At a minimum, it should be as long as the snake and at least half as wide (e.g., 6 by 3 by 2 ft).

Of course, your snake may continue to grow over time. Females, in particular, are likely to outgrow a six-foot enclosure in time.

For this species, a bigger enclosure is always better. Extra space to explore will provide additional enrichment to your snake.

Being such active snakes, adult false water cobras should never be kept in tubs or small bins.

Studies have linked lack of space and enrichment with behavioral problems in this species.

Enclosures should also be well-ventilated. A screen lid is best for this purpose. Good ventilation helps to prevent respiratory illnesses.


False water cobras produce a fair amount of waste. They’re messy animals due to their size and activity levels.

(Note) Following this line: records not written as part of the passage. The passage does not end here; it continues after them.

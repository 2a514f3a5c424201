"""Single-layer coils wound close in the middle of a magnetic rod."""

from __future__ import annotations

from collections.abc import Sequence
from math import ceil

import numpy as np

from partpick.forms.block import (
    FIT_ROUNDING,
    OTHER,
    Block,
    Floats,
    Ints,
    Layouts,
    at_every,
    column,
    enough,
    wound_price,
)
from partpick.forms.copper import WireColumns, few_gauges
from partpick.forms.ring import core_ceiling, core_support
from partpick.forms.screen import Screen
from partpick.forms.solenoid import PITCH_TOLERANCE, SingleLayer, turns_in_words
from partpick.parts import Catalogue, Core, Wire
from partpick.physics.cores import core_inductance
from partpick.physics.rod_core import rod_coil_in_range, rod_coil_rise, rod_coil_spread
from partpick.physics.self_capacitance import solenoid_spread as self_capacitance_spread
from partpick.physics.solenoid import solenoid_families

# A coil covers a twentieth (the computed table begins there) to a third of its rod; common practice, no source.
LEAST_COVERED, MOST_COVERED = 0.05, 1.0 / 3.0
MOST_TURNS = 120  # common practice, no source
ROD_DIAMETER_TOLERANCE = 0.02  # as fired; common practice, no source
PLACE_SPREAD = 0.01  # of the inductance: a coil a few millimetres off the middle; estimate, no source
ROD_COPPER_SPREAD = 0.30  # the rod bends the field that the turns meet; estimate, no source
WIDER_CAPACITANCE = 0.50  # the rod comes near the turns from inside; estimate, no source
OUTSIDE = (
    "the rod is outside the computed range (length 3 to 32 times its diameter, permeability 50 to 1000): "
    "its inductance may be 20 % off"
)


def rod_block(catalogue: Catalogue, frequency: Floats, units: int, screen: Screen) -> Block:
    """Return close-wound coils of every whole number of turns in the middle of each rod."""
    cores = [core for core in catalogue.cores if core.shape == "rod" and enough(core.quantity, units)]
    layouts = _layouts(cores, catalogue.wires)
    layout, turns = layouts.coils()
    considered = len(turns)
    empty = _empty_coils(cores, catalogue.wires, layouts)
    rods = _Rods(cores, layouts.support[layout])
    coil = _on_rods(rods, catalogue.wires, layouts.wire[layout], turns)
    # The rod raises the inductance of the empty coil, so that those which are too large as they are go first.
    unknown = np.isfinite(rods.al)
    kept = screen.kept(
        np.where(unknown, 0.0, coil.least_inductance(empty)), np.full(considered, np.inf), coil.self_capacitance
    )
    layout, turns, empty = layout[kept], turns[kept], empty[kept]
    support, wire = layouts.support[layout], layouts.wire[layout]
    rods, coil = _Rods(cores, support), coil.take(kept)
    sizes = coil.wire
    inside = (coil.mean, coil.length, rods.diameter, rods.length, rods.permeability)
    rise = rod_coil_rise(turns, *inside)
    measured = np.isfinite(rods.al)
    low_frequency = np.where(measured, core_inductance(rods.al, turns), empty + rise)
    in_air, air_losses = coil.at(frequency, empty)
    inductance = low_frequency[:, None] - (empty[:, None] - in_air)
    ceiling = np.stack([core_ceiling(cores, float(f))[support] for f in frequency], axis=1)
    # no former: what the rod takes of the electric field is in the Q that it reaches
    losses = air_losses.in_core(in_air / inductance, ceiling)
    spread = np.where(measured, rods.tolerance, _spread(coil, rods, empty, rise, low_frequency, inside))
    below, above = self_capacitance_spread(coil.l_over_d)

    def label(row: int) -> str:
        core, used = cores[support[row]], catalogue.wires[wire[row]]
        return f"{turns_in_words(turns[row])} of {used.name} in the middle of {core.name}, close wound"

    def cautions(row: int, frequency: float) -> tuple[str, ...]:
        known = measured[row] or bool(rod_coil_in_range(*(size[row] for size in inside)))
        return (*coil.cautions(row, frequency), *(() if known else (OUTSIDE,)))

    return Block(
        form="rod core",
        effort_form=OTHER,
        considered=considered,
        supports=tuple(core_support(core) for core in cores),
        wires=catalogue.wires,
        support=support,
        wire=wire,
        turns=turns,
        pitch=coil.pitch,
        mean_diameter=coil.mean,
        winding_length=coil.length,
        wire_length=coil.wire_length,
        inductance_dc=low_frequency,
        inductance=inductance,
        q=losses.q,
        losses=losses,
        self_capacitance=coil.self_capacitance,
        loss_tangent=np.zeros(len(turns)),
        spread=spread,
        q_spread=losses.q_spread(np.maximum(coil.copper_spread, ROD_COPPER_SPREAD)),
        self_capacitance_spread=np.maximum(np.stack([below, above], axis=1), WIDER_CAPACITANCE),
        tempco=at_every(column([core.tempco for core in cores])[support], frequency),
        tempco_spread=np.nan_to_num(column([core.tempco_tolerance for core in cores])[support]),
        price=wound_price([c.unit_price for c in cores], support, catalogue.wires, wire, coil.wire_length),
        volume=np.pi / 4 * (coil.mean + sizes.overall) ** 2 * rods.length,
        wire_diameter=sizes.bare,
        label=label,
        cautions=cautions,
    )


class _Rods:
    """The rod of each coil, (J,) each."""

    def __init__(self, cores: Sequence[Core], support: Ints) -> None:
        self.diameter = column([core.outer_diameter for core in cores])[support]
        self.length = column([core.height for core in cores])[support]
        self.permeability = column([core.permeability or 1.0 + 1e-6 for core in cores])[support]
        self.al = column([core.al for core in cores])[support]
        self.tolerance = column([core.tolerance for core in cores])[support]


def _on_rods(rods: _Rods, wires: Sequence[Wire], wire: Ints, turns: Ints) -> SingleLayer:
    """Return the windings, side by side, as they would be without their rods."""
    sizes = WireColumns.of(wires, wire)
    return SingleLayer(turns, rods.diameter + sizes.overall, sizes.overall, sizes)


def _spread(
    coil: SingleLayer,
    rods: _Rods,
    empty: Floats,
    rise: Floats,
    whole: Floats,
    sizes: tuple[Floats, Floats, Floats, Floats, Floats],
) -> Floats:
    """Return the spread of the inductance: the empty coil's and what the rod adds, each by its share."""
    diameter = coil.diameter_tolerance(rods.diameter, np.full(len(rise), ROD_DIAMETER_TOLERANCE))
    close = np.full(len(rise), PITCH_TOLERANCE["close"])
    air = coil.spread(diameter, close, empty, empty[:, None])
    added = np.hypot(rod_coil_spread(*sizes, rods.tolerance), PLACE_SPREAD)
    spread: Floats = np.hypot(air * empty, added * rise) / whole
    return spread


def _layouts(cores: Sequence[Core], wires: tuple[Wire, ...]) -> Layouts:
    rows: list[tuple[int, int, float, int]] = []
    least: list[int] = []
    for i, core in enumerate(cores):
        assert core.height is not None
        for w in few_gauges(wires):
            overall = wires[w].overall_diameter
            first = max(1, ceil(core.height * LEAST_COVERED / overall * (1 - FIT_ROUNDING)))
            most = min(int(core.height * MOST_COVERED / overall * (1 + FIT_ROUNDING)), MOST_TURNS)
            if most >= first:
                rows.append((i, w, overall, most))
                least.append(first)
    return Layouts.of(rows, least)


def _empty_coils(cores: Sequence[Core], wires: tuple[Wire, ...], layouts: Layouts) -> Floats:
    """Return the low-frequency inductance of every coil without its rod."""
    if not len(layouts.most):
        return np.empty(0)
    overall = np.array([wires[w].overall_diameter for w in layouts.wire])
    bare = np.array([wires[w].bare_diameter for w in layouts.wire])
    mean = column([core.outer_diameter for core in cores])[layouts.support] + overall
    flat = solenoid_families(layouts.most, mean, bare, layouts.pitch)
    start = np.cumsum(layouts.most) - layouts.most
    return np.concatenate(
        [flat[s + first - 1 : s + most] for s, first, most in zip(start, layouts.least, layouts.most, strict=True)]
    )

They also require access to water, creating opportunities for spillage to occur.

Select an absorbent substrate to help prevent waterlogging and mold growth.

Soil, cypress mulch, orchid bark – or a combination of these – are the most popular choices for false water cobra keepers.

Adding sphagnum moss can help to maintain humidity.

Aspen isn’t ideal for species with high humidity requirements. Some keepers report success when combining aspen substrate with humidity boxes.

Expert tip: Avoid cedar or pine substrates. These woods are toxic to reptiles.

Keepers of false water cobras can benefit from having a bioactive substrate.

Include a drainage layer and live detritivores – such as worms or springtails – to reduce waste buildup.

A bioactive substrate needs to be “fed” by adding new mulch or leaf litter periodically.

Temperature & Lighting

False water cobras are tropical species and require specific temperatures and lighting to survive.

For heating, you’ll need to invest in a reptile-safe heat mat with a thermostat.

For lighting, you’ll need some form of UVB. This may be an overall vivarium lighting setup or a basking lamp.

Snakes vary their internal temperature by moving between warm and cool areas of their environment.

This behavior can help them to digest prey or to rid themselves of diseases.

Providing a temperature gradient allows your snake to thermoregulate effectively by moving to warm or cool areas of its enclosure.

For ground-dwelling species -such as the false water cobra – heat mats are a great way to set up an effective temperature gradient.

Place a reptile-safe heat mat (with thermostat) beneath the tank on one side of the enclosure.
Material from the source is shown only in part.